The journey to becoming functional wasn’t all roses and happiness; we made plenty mistakes along the way, took many paths that wasted time and resources, and discovered many challenging things while "working on our head." In the United Front paradigm, we want to bring you the cream of the crop of our experience, so that you can put it into use as quickly as possible.

Many of us multiples have allowed ourselves the self-image of being broken, of being abused, of being trigger-happy, of being helpless, of being childish, of being in desperate need of being saved.
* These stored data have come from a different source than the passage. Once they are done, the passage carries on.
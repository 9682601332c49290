import type { Area, Period, TemperatureKind } from '../calculation/types';

/* What a number averages, in words. */

export const areaWords: Readonly<Record<Area, string>> = {
	point: 'one point',
	'sunlit-hemisphere': 'the sunlit half',
	'whole-sphere': 'the whole sphere',
	site: 'one site',
	'not-stated': 'area not stated'
};

export const periodWords: Readonly<Record<Period, string>> = {
	instant: 'one moment',
	day: 'one day',
	year: 'one year',
	orbit: 'one orbit',
	'not-stated': 'period not stated'
};

export const temperatureKindWords: Readonly<Record<TemperatureKind, string>> = {
	effective: 'effective temperature',
	equilibrium: 'equilibrium temperature',
	skin: 'surface temperature',
	radiometric: 'radiometric temperature',
	'air-2m': 'air temperature at 2 m',
	'not-stated': 'kind not stated'
};
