/** What a person may not see answers as if it were not there. */
export class NotFoundError extends Error {
	constructor(what = 'page') {
		super(`This ${what} does not exist, or you have no access to it.`);
		this.name = 'NotFoundError';
	}
}

/** What a person may see but not do. */
export class ForbiddenError extends Error {
	constructor(message: string) {
		super(message);
		this.name = 'ForbiddenError';
	}
}

/** Somebody else saved first. */
export class ConflictError extends Error {
	constructor(message: string) {
		super(message);
		this.name = 'ConflictError';
	}
}

/** Input that cannot be taken as it stands; `fields` by form field name. */
export class InvalidInputError extends Error {
	readonly fields: Readonly<Record<string, string>>;

	constructor(message: string, fields: Record<string, string> = {}) {
		super(message);
		this.name = 'InvalidInputError';
		this.fields = fields;
	}
}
I am not saying that all of these are untrue. However, our picture of ourselves contributes a great deal to how true these things are. We put ourselves in harms way. We allow ourselves to remain broken. We do have every right to claim the title of abused, or of being victims, or being broken, but how much does that claim really serve us? You are probably a physical adult. You will never be able to do anything to wipe away what happened to you in the past. Your choice is whether you want to live with those experiences as a huge and overwhelming burden or if you want to dump the burden and get on with life.

I asked you to wipe your feet upon entering. I don’t need you to bring your outside mud of the dirty and nasty things you’ve been through when you enter my home. And you don’t need it in your home either. Did you walk through the mud and ice? Yes. Do you need to bring it into the present, into your mind, into your mental home, to muck things up and make a bigger job of cleaning house? No. Absolutely not. Do yourself a favor, and request everyone to wipe their feet before they come into your home too. Our past experiences should not be an excuse to be abusive to others, including the others in our own head.